[Stored records]
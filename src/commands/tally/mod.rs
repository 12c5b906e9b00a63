//! `tally`: how often an unattended screen was used, as a table or as CSV.

mod table;

use std::path::PathBuf;

use chrono::NaiveDate;
use clap::ArgMatches;

use super::failure::Failure;
use super::keep_folder::keep_folder;
use super::output::{check_target, deliver, reason};
use super::show::note_words;
use super::speech::Speech;
use super::usage::{mistake, unknown_choice};
use crate::keep::{Counts, Folder, Keep, Tally};
use crate::words::Words;

/// The days that were asked for; open where an end was not named.
#[derive(Clone, Copy, Debug)]
struct Span {
    from: Option<NaiveDate>,
    to: Option<NaiveDate>,
}

/// Reads the tally and tells it.
pub(super) fn run(speech: &Speech, matches: &ArgMatches) -> Result<(), Failure> {
    let words = &speech.words;
    let text = |name: &str| matches.get_one::<String>(name).map(String::as_str);
    let path = |name: &str| matches.get_one::<PathBuf>(name).map(PathBuf::as_path);
    let form = text("form").unwrap_or("table");
    if !["table", "csv"].contains(&form) {
        return Err(mistake(&unknown_choice("--form", form, &["table", "csv"], words), Some("tally"), words));
    }
    let span = Span { from: date(text("from"), words)?, to: date(text("to"), words)? };
    if span.from.zip(span.to).is_some_and(|(from, to)| from > to) {
        return Err(mistake(&words.say("tally-dates-backward", &[]), Some("tally"), words));
    }
    check_target(path("out"), words)?;
    let folder = keep_folder(path("keep")).ok_or_else(|| Failure::input(words.say("keep-no-folder", &[])))?;
    if path("keep").is_some() && !folder.is_dir() {
        let arguments = [("path", folder.display().to_string().into()), ("reason", not_there(words).into())];
        return Err(Failure::input(words.say("error-file-unreadable", &arguments)));
    }
    // A screen may be running on these files: they are looked at and left alone.
    let (tally, notes) = Keep::new(Folder::new(folder)).look_at_tally();
    super::tell_standard_error(&notes.iter().map(|note| note_words(note, words)).collect::<Vec<_>>());
    let answer = if form == "csv" { csv(&tally, span) } else { table::write(&tally, span, words) };
    deliver(answer.as_bytes(), path("out"), words)
}

fn not_there(words: &Words) -> String {
    reason(&std::io::ErrorKind::NotFound.into(), words)
}

fn date(text: Option<&str>, words: &Words) -> Result<Option<NaiveDate>, Failure> {
    let Some(text) = text else { return Ok(None) };
    match NaiveDate::parse_from_str(text, "%Y-%m-%d") {
        Ok(date) => Ok(Some(date)),
        Err(_) => Err(mistake(&words.say("tally-date-wrong", &[("text", text.into())]), Some("tally"), words)),
    }
}

impl Span {
    fn holds(self, date: NaiveDate) -> bool {
        self.from.is_none_or(|from| from <= date) && self.to.is_none_or(|to| date <= to)
    }

    fn is_open(self) -> bool {
        self.from.is_none() && self.to.is_none()
    }
}

/// One row a count: the day (empty without one), what is counted, its key, how often. Keys and dates are the same in
/// every language.
fn csv(tally: &Tally, span: Span) -> String {
    let mut rows = vec![["date", "kind", "key", "count"].map(str::to_owned)];
    if span.is_open() {
        rows_of("before", tally.earlier(), &mut rows);
        rows_of("", tally.undated(), &mut rows);
    }
    for (date, counts) in tally.days().filter(|(date, _)| span.holds(*date)) {
        rows_of(&date.format("%Y-%m-%d").to_string(), counts, &mut rows);
    }
    let mut writer = csv::WriterBuilder::new().from_writer(Vec::new());
    for row in &rows {
        // Memory takes every row, and all rows are as wide as the header.
        let _ = writer.write_record(row);
    }
    writer.into_inner().ok().and_then(|bytes| String::from_utf8(bytes).ok()).unwrap_or_default()
}

fn rows_of(date: &str, counts: &Counts, rows: &mut Vec<[String; 4]>) {
    let mut row = |kind: &str, key: &str, count: u32| {
        if count > 0 {
            rows.push([date.to_owned(), kind.to_owned(), key.to_owned(), count.to_string()]);
        }
    };
    row("visits", "", counts.visits);
    row("minutes", "", counts.minutes);
    counts.views.iter().for_each(|(view, count)| row("view", super::show::view_key(*view), *count));
    counts.dials.iter().for_each(|(dial, count)| row("dial", dial, *count));
    counts.languages.iter().for_each(|(tag, count)| row("language", tag, *count));
    counts.lessons.iter().for_each(|(lesson, count)| row("lesson", lesson, *count));
}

**Exercise description**
Each record above has to be printed again, word for word.

**Result of the task**
filename src/commands/tally/mod.rs
repository 12c5b906e9b00a63
//! `tally`: how often an unattended screen was used, as a table or as CSV.

mod table;

use std::path::PathBuf;

use chrono::NaiveDate;
use clap::ArgMatches;

use super::failure::Failure;
use super::keep_folder::keep_folder;
use super::output::{check_target, deliver, reason};
use super::show::note_words;
use super::speech::Speech;
use super::usage::{mistake, unknown_choice};
use crate::keep::{Counts, Folder, Keep, Tally};
use crate::words::Words;

/// The days that were asked for; open where an end was not named.
#[derive(Clone, Copy, Debug)]
struct Span {
    from: Option<NaiveDate>,
    to: Option<NaiveDate>,
}

/// Reads the tally and tells it.
pub(super) fn run(speech: &Speech, matches: &ArgMatches) -> Result<(), Failure> {
    let words = &speech.words;
    let text = |name: &str| matches.get_one::<String>(name).map(String::as_str);
    let path = |name: &str| matches.get_one::<PathBuf>(name).map(PathBuf::as_path);
    let form = text("form").unwrap_or("table");
    if !["table", "csv"].contains(&form) {
        return Err(mistake(&unknown_choice("--form", form, &["table", "csv"], words), Some("tally"), words));
    }
    let span = Span { from: date(text("from"), words)?, to: date(text("to"), words)? };
    if span.from.zip(span.to).is_some_and(|(from, to)| from > to) {
        return Err(mistake(&words.say("tally-dates-backward", &[]), Some("tally"), words));
    }
    check_target(path("out"), words)?;
    let folder = keep_folder(path("keep")).ok_or_else(|| Failure::input(words.say("keep-no-folder", &[])))?;
    if path("keep").is_some() && !folder.is_dir() {
        let arguments = [("path", folder.display().to_string().into()), ("reason", not_there(words).into())];
        return Err(Failure::input(words.say("error-file-unreadable", &arguments)));
    }
    // A screen may be running on these files: they are looked at and left alone.
    let (tally, notes) = Keep::new(Folder::new(folder)).look_at_tally();
    super::tell_standard_error(&notes.iter().map(|note| note_words(note, words)).collect::<Vec<_>>());
    let answer = if form == "csv" { csv(&tally, span) } else { table::write(&tally, span, words) };
    deliver(answer.as_bytes(), path("out"), words)
}

fn not_there(words: &Words) -> String {
    reason(&std::io::ErrorKind::NotFound.into(), words)
}

fn date(text: Option<&str>, words: &Words) -> Result<Option<NaiveDate>, Failure> {
    let Some(text) = text else { return Ok(None) };
    match NaiveDate::parse_from_str(text, "%Y-%m-%d") {
        Ok(date) => Ok(Some(date)),
        Err(_) => Err(mistake(&words.say("tally-date-wrong", &[("text", text.into())]), Some("tally"), words)),
    }
}

impl Span {
    fn holds(self, date: NaiveDate) -> bool {
        self.from.is_none_or(|from| from <= date) && self.to.is_none_or(|to| date <= to)
    }

    fn is_open(self) -> bool {
        self.from.is_none() && self.to.is_none()
    }
}

/// One row a count: the day (empty without one), what is counted, its key, how often. Keys and dates are the same in
/// every language.
fn csv(tally: &Tally, span: Span) -> String {
    let mut rows = vec![["date", "kind", "key", "count"].map(str::to_owned)];
    if span.is_open() {
        rows_of("before", tally.earlier(), &mut rows);
        rows_of("", tally.undated(), &mut rows);
    }
    for (date, counts) in tally.days().filter(|(date, _)| span.holds(*date)) {
        rows_of(&date.format("%Y-%m-%d").to_string(), counts, &mut rows);
    }
    let mut writer = csv::WriterBuilder::new().from_writer(Vec::new());
    for row in &rows {
        // Memory takes every row, and all rows are as wide as the header.
        let _ = writer.write_record(row);
    }
    writer.into_inner().ok().and_then(|bytes| String::from_utf8(bytes).ok()).unwrap_or_default()
}

fn rows_of(date: &str, counts: &Counts, rows: &mut Vec<[String; 4]>) {
    let mut row = |kind: &str, key: &str, count: u32| {
        if count > 0 {
            rows.push([date.to_owned(), kind.to_owned(), key.to_owned(), count.to_string()]);
        }
    };
    row("visits", "", counts.visits);
    row("minutes", "", counts.minutes);
    counts.views.iter().for_each(|(view, count)| row("view", super::show::view_key(*view), *count));
    counts.dials.iter().for_each(|(dial, count)| row("dial", dial, *count));
    counts.languages.iter().for_each(|(tag, count)| row("language", tag, *count));
    counts.lessons.iter().for_each(|(lesson, count)| row("lesson", lesson, *count));
}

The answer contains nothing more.